More festive than the biggest turkey hanging in the poultry shop window is Studio Tenn’s newly re-imagined production of a beloved holiday classic, A Christmas Carol. Based on Charles Dickens’ classic novel, Paula Y. Flautt’s adaptation continues to shine, and while you may have seen one of Studio Tenn’s past productions of A Christmas Carol, you’ve never seen it quite like this on the Polk Theater stage at TPAC! While Studio Tenn’s past productions of A Christmas Carol have all been excellent, the expanded stage in Polk Theater makes a huge difference in that the cast has so much more room and movement to deliver even greater dramatic flair. In fact, for a couple hours, you’ll forget you’re in Nashville and think you’re sitting in a theater in New York. Studio Tenn’s production of this year’s version of A Christmas Carol could easily be playing on Broadway, and it’s a Tony-worthy performance through and through. It is truly that outstanding!

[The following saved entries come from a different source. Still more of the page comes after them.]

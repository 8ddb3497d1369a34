"""The catalogue lists what the folders hold, and every file says what it must."""

from __future__ import annotations

from typing import Any

import numpy as np
import pytest

from dropkit import models
from dropkit.boundary import Boundary
from dropkit.errors import BadInput, UnknownName
from dropkit.models.catalogue import model_entries, published_models
from dropkit.models.families import family_modules, family_names, lazy_family, model_families
from dropkit.models.published import MARKS, Published
from dropkit.records import source

MODULES = [
    module for family in model_families() for module in family_modules(f"dropkit.models.{family}")
]


def test_every_boundary_of_every_file_is_listed() -> None:
    listed = {(entry.module, entry.name) for entry in model_entries()}
    there = {
        (module.__name__, name)
        for module in MODULES
        for name, thing in vars(module).items()
        if isinstance(thing, Boundary) and thing.__module__ == module.__name__
    }
    assert listed == there
    assert len(listed) >= 17


@pytest.mark.parametrize("module", MODULES, ids=lambda module: module.__name__)
def test_every_file_states_its_model(module: object) -> None:
    model = module.MODEL  # type: ignore[attr-defined] # that is what is tested
    assert isinstance(model, Published)
    assert model.mark in MARKS
    assert model.gives
    assert model.holds
    assert model.place
    assert model.agreement
    for key in model.sources:
        assert source(key).citation


def test_the_file_name_says_what_and_how() -> None:
    for module in MODULES:
        assert "_" in module.__name__.rpartition(".")[2]


def test_table() -> None:
    table = published_models("jet")
    row = table.loc[("jet", "growth_rate_inviscid")]
    assert row["inputs"].startswith("density [kg/m^3], surface_tension [N/m], jet_diameter [m]")
    assert row["result"] == "1/s"
    assert "0 to 1" in row["range"]
    assert row["sources"] == "Rayleigh1878"
    assert not table.isna().to_numpy().any()


def test_unknown_family() -> None:
    with pytest.raises(UnknownName, match="jet"):
        model_entries("jets")


@pytest.mark.parametrize("family", [np.array([1.0, 2.0]), np.array(["jet"]), 1, ["jet"]], ids=str)
def test_only_text_names_a_family(family: Any) -> None:
    for ask in (model_entries, published_models):
        with pytest.raises(BadInput, match="names no family"):
            ask(family)


def test_names_are_found_lazily() -> None:
    from dropkit.models import jet

    assert models.jet is jet
    assert {"jet", "catalogue"} <= set(dir(models))
    assert set(family_names("dropkit.models.jet")) <= set(dir(jet))
    for name in ("growth_rate", "_growth"):
        with pytest.raises(AttributeError, match=name):
            getattr(jet, name)
    with pytest.raises(AttributeError, match="jets"):
        models.jets  # noqa: B018 # the attribute access is what is tested
    fetch, _ = lazy_family("dropkit.models.jet")
    assert fetch("growth_inviscid").__name__ == "dropkit.models.jet.growth_inviscid"
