"""The kinds of quantity that dropkit knows, and the words that stand for them.

Everything here is data: dimensions, stock units, domains, plausibility windows with the
slips that are likely behind a value outside them. The units themselves stand in
:mod:`dropkit.unit_trade`.
"""

from __future__ import annotations

import math
from dataclasses import dataclass
from functools import lru_cache
from typing import Final, NamedTuple, TypeAlias

from dropkit.errors import BadInput, nearest
from dropkit.validity import Domain

__all__ = ["KINDS", "NOMENCLATURE", "Kind", "Slip", "kind_of"]

Dimension: TypeAlias = tuple[int, int, int, int, int, int]
"""Exponents of metre, kilogram, second, ampere, kelvin, mole."""


class Slip(NamedTuple):
    """A likely slip: a value between `low` and `high` was meant in another unit.

    Parameters
    ----------
    low, high : float
        The SI values that point to the slip.
    unit : str
        The unit that was probably meant.
    factor : float
        SI value of one such unit.
    text : str
        What to say where no factor leads to the right value.
    """

    low: float
    high: float
    unit: str = ""
    factor: float = 1.0
    text: str = ""

    def hint(self, value: float, si: str) -> str:
        """What was probably meant by `value` [SI]."""
        if self.text:
            return self.text
        return f"{value:g} {self.unit} was probably meant, which is {value * self.factor:g} {si}".rstrip()


@dataclass(frozen=True, slots=True, eq=False)
class Kind:
    """One kind of quantity: its dimension, units, domain and plausible size.

    Parameters
    ----------
    name : str
        The kind, such as ``"viscosity"``.
    dimension : tuple of int
        Exponents of metre, kilogram, second, ampere, kelvin, mole.
    si, stock : str
        Unit of bare numbers and unit of results, both readable by pint.
    per_stock : float
        SI value of one stock unit.
    domain : str
        What a value must satisfy unless a function says otherwise.
    plausible : (float, float) or None
        Limits [SI] that no liquid or device passes.
    slips : tuple of Slip
        Likely slips outside those limits.
    accepts : frozenset of str
        Marks of special units that it takes: ``"gauge"`` pressures, ``"mass"`` percent ...
    zero : float
        SI value at zero of the stock unit.
    words : str
        How an error calls it.
    """

    name: str
    dimension: Dimension
    si: str
    stock: str
    per_stock: float
    domain: Domain = "> 0"
    plausible: tuple[float, float] | None = None
    slips: tuple[Slip, ...] = ()
    accepts: frozenset[str] = frozenset()
    zero: float = 0.0
    words: str = ""

    @property
    def plain(self) -> bool:
        """True where results stay plain numbers: everything without a unit."""
        return self.si == ""
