"""What holds for every published model alike: units, shapes, NaN, bad input, pickling."""

from __future__ import annotations

import math
import pickle
import warnings
from typing import Any

import numpy as np
import pytest
from hypothesis import given
from hypothesis import strategies as st

from dropkit.boundary import Boundary
from dropkit.errors import BadInput, DropkitError, DropkitWarning, UnitError, Unphysical
from dropkit.models.catalogue import ModelEntry, model_entries
from dropkit.models.families import family_names
from dropkit.unit_table import KINDS

ENTRIES = model_entries()
every_model = pytest.mark.parametrize("entry", ENTRIES, ids=[entry.name for entry in ENTRIES])

# A jet of a water-like liquid inside the range of every model; others are scaled from it.
CASE = {
    "density": 1000.0,
    "viscosity": 4e-3,
    "surface_tension": 0.05,
    "velocity": 8.0,
    "jet_diameter": 100e-6,
    "nozzle_diameter": 100e-6,
    "wavelength": 480e-6,
    "drop_diameter": 190e-6,
    "flow": 6.3e-8,
    "frequency": 2e4,
    "growth_rate": 5e3,
    "radius_amplitude": 1e-7,
    "constant": 10.0,
}


def function_of(entry: ModelEntry) -> Boundary[..., Any]:
    """The function behind an entry."""
    found = getattr(family_names(f"dropkit.models.{entry.family}")[entry.name], entry.name)
    assert isinstance(found, Boundary)
    return found


def case_of(entry: ModelEntry) -> dict[str, Any]:
    """Arguments inside the ranges of a model."""
    function = function_of(entry)
    case = {word: CASE[word] for word in function.kinds}
    if entry.name == "jet_diameter_laminar_pipe":
        case["viscosity"] = 1e-3
    if entry.name == "jet_diameter_turbulent_pipe":
        case["nozzle_diameter"] = 2e-3
        case["viscosity"] = 1e-3
    return case


def parts(result: Any) -> tuple[Any, ...]:
    """The results, one or several."""
    return tuple(result) if isinstance(result, tuple) else (result,)


def scale(kind: str, factors: list[float]) -> float:
    """By what a value of a kind grows when each base unit shrinks by its factor."""
    return math.prod(
        factor**exponent for factor, exponent in zip(factors, KINDS[kind].dimension, strict=True)
    )


@every_model
@given(powers=st.lists(st.floats(-3, 3), min_size=3, max_size=3))
def test_units_of_measurement_do_not_matter(entry: ModelEntry, powers: list[float]) -> None:
    function, case = function_of(entry), case_of(entry)
    factors = [10.0**power for power in powers] + [1.0, 1.0, 1.0]
    scaled = {word: value * scale(function.kinds[word], factors) for word, value in case.items()}
    kinds = parts(function.returns)
    for before, after, kind in zip(
        parts(function.si(**case)), parts(function.si(**scaled)), kinds, strict=True
    ):
        assert after == pytest.approx(before * scale(kind, factors), rel=1e-9, abs=0.0)


@every_model
def test_shapes_and_nan(entry: ModelEntry) -> None:
    function, case = function_of(entry), case_of(entry)
    plain = parts(function(**case))
    assert all(type(value) is float and value > 0.0 for value in plain)
    for word in case:
        grid = {**case, word: np.array([[case[word]], [np.nan]])}
        other = next((name for name in case if name != word), None)
        if other:
            grid[other] = np.full(3, case[other])
        for value, single in zip(parts(function(**grid)), plain, strict=True):
            assert value.shape == ((2, 3) if other else (2, 1))
            np.testing.assert_allclose(value[0], single, rtol=1e-14)
            assert np.isnan(value[1]).all()
        zero_d = parts(function(**{**case, word: np.array(case[word])}))
        assert zero_d == plain


@every_model
def test_units_in_units_out(entry: ModelEntry) -> None:
    function, case = function_of(entry), case_of(entry)
    for word, kind in function.kinds.items():
        if KINDS[kind].plain:
            continue
        asked = {**case, word: (case[word], KINDS[kind].si)}
        for value, single, its in zip(
            parts(function(**asked)),
            parts(function(**case)),
            parts(function.returns),
            strict=True,
        ):
            assert value.to(KINDS[its].si).magnitude == pytest.approx(single, rel=1e-12)


@every_model
def test_bad_input(entry: ModelEntry) -> None:
    function, case = function_of(entry), case_of(entry)
    for word, kind in function.kinds.items():
        with pytest.raises(UnitError):
            function(**{**case, word: "3 V"})
        with pytest.raises(BadInput):
            function(**{**case, word: True})
        with pytest.raises(Unphysical):
            function(**{**case, word: -case[word]})
        with pytest.raises(Unphysical):
            function(**{**case, word: math.inf})
        assert kind in KINDS


@every_model
@given(data=st.data())
def test_only_own_exceptions(entry: ModelEntry, data: st.DataObject) -> None:
    function = function_of(entry)
    numbers = st.floats(allow_nan=True, allow_infinity=True)
    anything = st.one_of(numbers, st.text(max_size=6), st.lists(numbers, max_size=3), st.none())
    call = {word: data.draw(anything) for word in function.kinds}
    if "outside" in function.__wrapped__.__annotations__:
        call["outside"] = data.draw(st.sampled_from(["raise", "nan"]))
    with warnings.catch_warnings(record=True) as caught:
        warnings.simplefilter("always")
        try:
            result = parts(function(**call))
        except DropkitError:
            return
    assert all(issubclass(warning.category, DropkitWarning) for warning in caught)
    found = np.array([getattr(value, "magnitude", value) for value in result], dtype=float)
    assert not np.isinf(found).any()
    # NaN comes from NaN, or was asked for, or is spoken of.
    given_nan = any(
        np.isnan(np.asarray(value, dtype=float)).any()
        for value in call.values()
        if isinstance(value, (float, list))
    )
    assert not np.isnan(found).any() or given_nan or caught or call.get("outside") == "nan"


@every_model
def test_pickles_by_reference(entry: ModelEntry) -> None:
    assert pickle.loads(pickle.dumps(function_of(entry))) is function_of(entry)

The fantastic 18-member cast portrays multiple roles, including narrators to propel the tale, and the show starts in Christmas 2013 with contemporary folks beginning the story and taking the audience back to the 19th century to see how it all plays out.

Nashville favorite Chip Arnold reprises his starring role as Ebenezer Scrooge, and he plays his character with a lot of intense passion and determination. He convincingly transforms his character from a crotchety old geezer to a newly transformed man with a real sense of heartfelt emotion.

Matthew Carlton also returns as Jacob Marley (he also plays Fezziwig and four other characters), and in what is a haunting tale, Carlton delivers a succinct Marley, gliding around the stage shackled in chains, eerily warning Scrooge to turn from his ways or suffer the consequences.

A true standout performance comes by way of 12-year-old Madeleine Hall as the Ghost of Christmas Past. It’s a brilliant move on Artistic Director Matt Logan’s part to cast a child in this role as this ghost is the one who transports Scrooge back to his own childhood. Hall gives a forceful, commanding performance with a dynamic amount of stage presence.

Jennifer Whitcomb-Oliva is the wondrous Ghost of Christmas Present, beautiful and jolly — and quite believable for a ghost.

The Ghost of Christmas Future, played by Savannah Frazier, is perhaps the most haunting as this ghost has no dialogue. Frazier’s staunch stage presence and constant banging of her cane — her only mode of communication — does the trick. It adds so much more to the character this year to see her rigid face versus a cloaked head in past productions.

Logan’s costume design is exquisite, especially with the three ghost, and his set design is outstanding. The use of the giant revolving turntable center stage is a smart move on Logan’s part given the fact that Scrooge is being whirled through time. Stephen Moss’ lighting design and fog effects help create the perfect ambiance for this incredible tale.

It is so much fun to experience this production on a larger stage, and while there are many holiday shows in theaters all across Middle Tennessee this month, Studio Tenn’s A Christmas Carol is a must-see for your family.

 

Chad Young is the managing editor and arts/entertainment editor for this publication.